1️⃣ Running Total of Daily Sales

✅ SQL – Basic


SELECT
    sale_date,
    SUM(amount) AS daily_sales,
    SUM(SUM(amount)) OVER (
        ORDER BY sale_date
        ROWS BETWEEN UNBOUNDED PRECEDING AND CURRENT ROW
    ) AS running_total
FROM sales
GROUP BY sale_date
ORDER BY sale_date;

📌 Interview Tip
Always aggregate before applying window functions when dealing with dates.

✅ SQL – Advanced (Partitioned Running Total)


SELECT
    customer_id,
    sale_date,
    SUM(amount) AS daily_sales,
    SUM(SUM(amount)) OVER (
        PARTITION BY customer_id
        ORDER BY sale_date
    ) AS running_total
FROM sales
GROUP BY customer_id, sale_date;

✅ PySpark – Basic


from pyspark.sql import functions as F
from pyspark.sql.window import Window

w = Window.orderBy("sale_date")

df = (sales_df
      .groupBy("sale_date")
      .agg(F.sum("amount").alias("daily_sales"))
      .withColumn("running_total",
                  F.sum("daily_sales").over(w)))

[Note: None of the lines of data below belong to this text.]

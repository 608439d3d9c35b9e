import { ApiProperty } from '@nestjs/swagger';
import { PROJECT_STATUSES, PROJECT_USES, ProjectStatus, ProjectUse } from '../project.entity';

export class ProjectCustomerRefDto {
  @ApiProperty({ format: 'uuid' }) id: string;
  @ApiProperty() name: string;
}

export class ProjectGoalsResponseDto {
  @ApiProperty({ enum: PROJECT_USES }) use: ProjectUse;
  @ApiProperty({ type: Number, nullable: true }) targetPowerKw: number | null;
  @ApiProperty({ type: Number, nullable: true }) revLimitRpm: number | null;
  @ApiProperty({ type: Number, nullable: true }) budgetCents: number | null;
}

export class ProjectPlacementResponseDto {
  @ApiProperty() setbackMm: number;
  @ApiProperty() heightMm: number;
  @ApiProperty() tiltDeg: number;
}

export class ProjectResponseDto {
  @ApiProperty({ format: 'uuid' }) id: string;
  @ApiProperty() title: string;
  @ApiProperty({ enum: PROJECT_STATUSES }) status: ProjectStatus;
  @ApiProperty({ format: 'uuid' }) customerId: string;
  @ApiProperty({ type: ProjectCustomerRefDto }) customer: ProjectCustomerRefDto;
  @ApiProperty({
    description: "True when the project is the signed-in member's own vehicle (filed under their own customer record): its quotes are the builder's budget, with nobody to send them to",
  })
  forMyself: boolean;
  @ApiProperty() vehicleDescription: string;
  @ApiProperty({ type: String, nullable: true }) chassisModelId: string | null;
  @ApiProperty({ type: String, nullable: true }) engineProfileId: string | null;
  @ApiProperty({ type: String, nullable: true }) transmissionId: string | null;
  @ApiProperty({ type: ProjectGoalsResponseDto }) goals: ProjectGoalsResponseDto;
  @ApiProperty({ type: ProjectPlacementResponseDto, nullable: true }) placement: ProjectPlacementResponseDto | null;
  @ApiProperty() createdAt: string;
  @ApiProperty() updatedAt: string;
}

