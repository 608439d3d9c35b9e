import { Button, Form } from 'antd';
// The input and password modules alone: the antd Input entry also pulls in TextArea, Search and OTP, which the first
// load (this form) does not use.
import Input from 'antd/es/input/Input';
import Password from 'antd/es/input/Password';
import type { Session } from '@/lib/api-types';
import { FormErrorAlert } from '@/components/form-error-alert';
import { useSignIn, type SignInInput } from '../api/sign-in';
import { emailRules } from './password-rules';

export type SignInFormProps = {
  onSignedIn?: (session: Session) => void;
  initialEmail?: string;
};

export function SignInForm({ onSignedIn, initialEmail }: SignInFormProps) {
  const [form] = Form.useForm<SignInInput>();
  const signIn = useSignIn({ onSuccess: onSignedIn });

  return (
    <Form<SignInInput>
      form={form}
      layout="vertical"
      requiredMark={false}
      initialValues={{ email: initialEmail ?? '' }}
      onFinish={(values) => signIn.mutate({ email: values.email.trim(), password: values.password })}
      aria-label="Sign in"
      data-testid="sign-in-form"
    >
      <FormErrorAlert
        error={signIn.error}
        messages={{ invalid_credentials: 'That email and password do not match an account. Check both and try again.' }}
      />
      <Form.Item label="Email" name="email" rules={emailRules}>
        <Input type="email" autoComplete="email" autoFocus placeholder="you@yourshop.example" />
      </Form.Item>
      <Form.Item label="Password" name="password" rules={[{ required: true, message: 'Enter your password' }]}>
        <Password autoComplete="current-password" />
      </Form.Item>
      <Button type="primary" htmlType="submit" block loading={signIn.isPending}>
        Sign in
      </Button>
    </Form>
  );
}
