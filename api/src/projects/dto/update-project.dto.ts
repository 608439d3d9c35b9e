import { ApiPropertyOptional, OmitType, PartialType } from '@nestjs/swagger';
import { Type } from 'class-transformer';
import { IsOptional, ValidateNested } from 'class-validator';
import { CreateProjectDto, UpdateProjectGoalsDto } from './create-project.dto';

export class UpdateProjectDto extends PartialType(OmitType(CreateProjectDto, ['goals', 'forMyself'] as const)) {
  @ApiPropertyOptional({ type: UpdateProjectGoalsDto, description: 'Only the given goal fields change' })
  @IsOptional()
  @ValidateNested()
  @Type(() => UpdateProjectGoalsDto)
  goals?: UpdateProjectGoalsDto;
}
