import { useEffect, useMemo } from 'react';

/** An object URL for a fetched file (for <img>), released when the component lets go of it. */
export function useObjectUrl(blob: Blob | undefined): string | null {
  const url = useMemo(() => (blob ? URL.createObjectURL(blob) : null), [blob]);
  useEffect(
    () => () => {
      if (url) URL.revokeObjectURL(url);
    },
    [url],
  );
  return url;
}
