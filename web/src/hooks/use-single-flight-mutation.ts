import { useMutation, type DefaultError, type MutateOptions, type UseMutationOptions, type UseMutationResult } from '@tanstack/react-query';
import { useCallback, useRef } from 'react';

const fileIds = new WeakMap<object, number>();
let nextFileId = 0;

/** The same request twice gives the same key; a file or blob counts by identity (two different photos never match). */
export function flightKey(variables: unknown): string {
  if (variables === undefined) return 'undefined';
  return JSON.stringify(variables, (_key, value: unknown) => {
    if (typeof Blob !== 'undefined' && value instanceof Blob) {
      if (!fileIds.has(value)) fileIds.set(value, ++nextFileId);
      return `blob#${fileIds.get(value)}`;
    }
    return value;
  });
}

/** Settles never: the duplicate caller stops where it awaited, as if its handler had returned early. */
const stopHere = <T>() => new Promise<T>(() => undefined);

/**
 * `useMutation` that sends a request only once while the same request is in flight. A double-click fires the click
 * handler (and a form's onFinish) twice before React re-renders with `isPending`, so the button's `loading` alone
 * does not stop the second request: here the second call with the same variables is dropped at once (synchronously)
 * and sends nothing, shows no second toast and runs no second callback. A call with other variables (another row's
 * button) still goes out. Pair it with `loading={mutation.isPending}` on the button so the person sees it working.
 */
export function useSingleFlightMutation<TData = unknown, TError = DefaultError, TVariables = void, TOnMutateResult = unknown>(
  options: UseMutationOptions<TData, TError, TVariables, TOnMutateResult>,
): UseMutationResult<TData, TError, TVariables, TOnMutateResult> {
  const mutation = useMutation(options);
  const inFlight = useRef(new Set<string>());
  const { mutateAsync: send } = mutation;

  const mutateAsync = useCallback(
    (variables: TVariables, callOptions?: MutateOptions<TData, TError, TVariables, TOnMutateResult>): Promise<TData> => {
      const key = flightKey(variables);
      if (inFlight.current.has(key)) return stopHere<TData>();
      inFlight.current.add(key);
      return send(variables, callOptions).finally(() => inFlight.current.delete(key));
    },
    [send],
  ) as UseMutationResult<TData, TError, TVariables, TOnMutateResult>['mutateAsync'];

  const mutate = useCallback(
    (variables: TVariables, callOptions?: MutateOptions<TData, TError, TVariables, TOnMutateResult>) => {
      (mutateAsync as (v: TVariables, o?: typeof callOptions) => Promise<TData>)(variables, callOptions).catch(() => undefined);
    },
    [mutateAsync],
  ) as UseMutationResult<TData, TError, TVariables, TOnMutateResult>['mutate'];

  return { ...mutation, mutate, mutateAsync };
}
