import { Button, Form, Input, Result } from 'antd';
import { FormErrorAlert } from '@/components/form-error-alert';
import { useSignUp } from '../api/sign-up';
import { confirmPasswordRules, emailRules, passwordRules } from './password-rules';

export type SignUpFormProps = { onBack?: () => void };

type SignUpValues = { name: string; shopName: string; email: string; password: string; confirm: string };

export function SignUpForm({ onBack }: SignUpFormProps) {
  const signUp = useSignUp();

  if (signUp.isSuccess) {
    return (
      <Result
        status="success"
        title="Check your e-mail"
        subTitle={`We sent ${signUp.variables.email} a link to finish creating your shop. It works once, for 24 hours. Already have an account with that address? The e-mail says so instead.`}
        extra={onBack && <Button onClick={onBack}>Back to sign in</Button>}
      />
    );
  }

  return (
    <Form<SignUpValues>
      layout="vertical"
      requiredMark={false}
      aria-label="Create your shop"
      onFinish={({ name, shopName, email, password }) =>
        // the new shop dates its quotes by the day where its owner is (the browser's zone; the API takes UTC without one)
        signUp.mutate({ name: name.trim(), shopName: shopName.trim(), email: email.trim(), password, timeZone: Intl.DateTimeFormat().resolvedOptions().timeZone || undefined })
      }
    >
      <FormErrorAlert error={signUp.error} />
      <Form.Item label="Your name" name="name" rules={[{ required: true, whitespace: true, message: 'Enter your name' }, { max: 120 }]}>
        <Input autoComplete="name" placeholder="Merrin Tolland" />
      </Form.Item>
      <Form.Item
        label="Shop or garage name"
        name="shopName"
        extra="Building your own truck? Name your garage; you can invite helpers later."
        rules={[{ required: true, whitespace: true, message: 'Name your shop or garage' }, { max: 120 }]}
      >
        <Input autoComplete="organization" placeholder="Ironbark Swap Works" />
      </Form.Item>
      <Form.Item label="Email" name="email" rules={emailRules}>
        <Input type="email" autoComplete="email" />
      </Form.Item>
      <Form.Item label="Password" name="password" rules={passwordRules} hasFeedback>
        <Input.Password autoComplete="new-password" />
      </Form.Item>
      <Form.Item label="Repeat password" name="confirm" dependencies={['password']} rules={confirmPasswordRules()} hasFeedback>
        <Input.Password autoComplete="new-password" />
      </Form.Item>
      <Button type="primary" htmlType="submit" block loading={signUp.isPending}>
        Create shop
      </Button>
    </Form>
  );
}
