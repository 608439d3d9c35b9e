import { ApiProperty, ApiPropertyOptional, PartialType } from '@nestjs/swagger';
import { Type } from 'class-transformer';
import {
  IsIn,
  IsInt,
  IsNotEmpty,
  IsNumber,
  IsOptional,
  IsString,
  IsUUID,
  Max,
  MaxLength,
  Min,
  ValidateNested,
} from 'class-validator';
import { PROJECT_STATUSES, PROJECT_USES, ProjectStatus, ProjectUse } from '../project.entity';
import { Trim } from '../../common/decorators/trim.decorator';

export class ProjectGoalsDto {
  @ApiProperty({ enum: PROJECT_USES })
  @IsIn(PROJECT_USES, { message: `goals.use must be one of: ${PROJECT_USES.join(', ')}` })
  use: ProjectUse;

  @ApiPropertyOptional({ type: Number, nullable: true, minimum: 1, maximum: 2000, description: 'kW, one decimal' })
  @IsOptional()
  @IsNumber({ maxDecimalPlaces: 1 }, { message: 'goals.targetPowerKw must be a number with at most one decimal' })
  @Min(1)
  @Max(2000)
  targetPowerKw?: number | null;

  @ApiPropertyOptional({ type: Number, nullable: true, minimum: 500, maximum: 12000 })
  @IsOptional()
  @IsInt()
  @Min(500)
  @Max(12000)
  revLimitRpm?: number | null;

  @ApiPropertyOptional({ type: Number, nullable: true, minimum: 0, description: 'Whole cents of the shop currency' })
  @IsOptional()
  @IsInt()
  @Min(0)
  @Max(100_000_000_00)
  budgetCents?: number | null;
}

export class UpdateProjectGoalsDto extends PartialType(ProjectGoalsDto) {}

/** Engine origin in the chassis frame: x rearward of the front axle, z above ground, tilt front-up positive. */
export class ProjectPlacementDto {
  @ApiProperty({ minimum: -1500, maximum: 5000 })
  @IsNumber({ maxDecimalPlaces: 2 })
  @Min(-1500)
  @Max(5000)
  setbackMm: number;

  @ApiProperty({ minimum: 0, maximum: 2500 })
  @IsNumber({ maxDecimalPlaces: 2 })
  @Min(0)
  @Max(2500)
  heightMm: number;

  @ApiProperty({ minimum: -20, maximum: 20 })
  @IsNumber({ maxDecimalPlaces: 2 })
  @Min(-20)
  @Max(20)
  tiltDeg: number;
}

class CatalogRefs {
  @ApiPropertyOptional({ type: String, nullable: true, maxLength: 36 })
  @IsOptional()
  @IsString()
  @MaxLength(36)
  chassisModelId?: string | null;

  @ApiPropertyOptional({ type: String, nullable: true, maxLength: 36 })
  @IsOptional()
  @IsString()
  @MaxLength(36)
  engineProfileId?: string | null;

  @ApiPropertyOptional({ type: String, nullable: true, maxLength: 36 })
  @IsOptional()
  @IsString()
  @MaxLength(36)
  transmissionId?: string | null;
}

export class CreateProjectDto extends CatalogRefs {
  @ApiProperty({ format: 'uuid' })
  @IsUUID('all', { message: 'customerId must be a UUID' })
  customerId: string;

  @ApiProperty({ maxLength: 160 })
  @Trim()
  @IsString()
  @IsNotEmpty({ message: 'title must not be empty' })
  @MaxLength(160)
  title: string;

  @ApiPropertyOptional({ enum: PROJECT_STATUSES, default: 'intake' })
  @IsOptional()
  @IsIn(PROJECT_STATUSES, { message: `status must be one of: ${PROJECT_STATUSES.join(', ')}` })
  status?: ProjectStatus;

  @ApiPropertyOptional({ maxLength: 500 })
  @IsOptional()
  @IsString()
  @MaxLength(500)
  vehicleDescription?: string;

  @ApiPropertyOptional({ type: ProjectGoalsDto, description: 'Defaults to use street with no targets' })
  @IsOptional()
  @ValidateNested()
  @Type(() => ProjectGoalsDto)
  goals?: ProjectGoalsDto;

  @ApiPropertyOptional({ type: ProjectPlacementDto, nullable: true })
  @IsOptional()
  @ValidateNested()
  @Type(() => ProjectPlacementDto)
  placement?: ProjectPlacementDto | null;
}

✅ PySpark – Optimized (Partition + Sort)


w = (Window
     .partitionBy("customer_id")
     .orderBy("sale_date")
     .rowsBetween(Window.unboundedPreceding, Window.currentRow))

df = sales_df.withColumn(
    "running_total",
    F.sum("amount").over(w)
)

2️⃣ Running Balance (Credit / Debit)

✅ SQL – Advanced (Conditional Running Total)


SELECT
    account_id,
    txn_date,
    txn_type,
    amount,
    SUM(
        CASE WHEN txn_type = 'credit' THEN amount
             ELSE -amount
        END
    ) OVER (
        PARTITION BY account_id
        ORDER BY txn_date
    ) AS running_balance
FROM transactions;

✅ PySpark – Optimized


df = transactions_df.withColumn(
    "signed_amount",
    F.when(F.col("txn_type") == "credit", F.col("amount"))
     .otherwise(-F.col("amount"))
)

w = Window.partitionBy("account_id").orderBy("txn_date")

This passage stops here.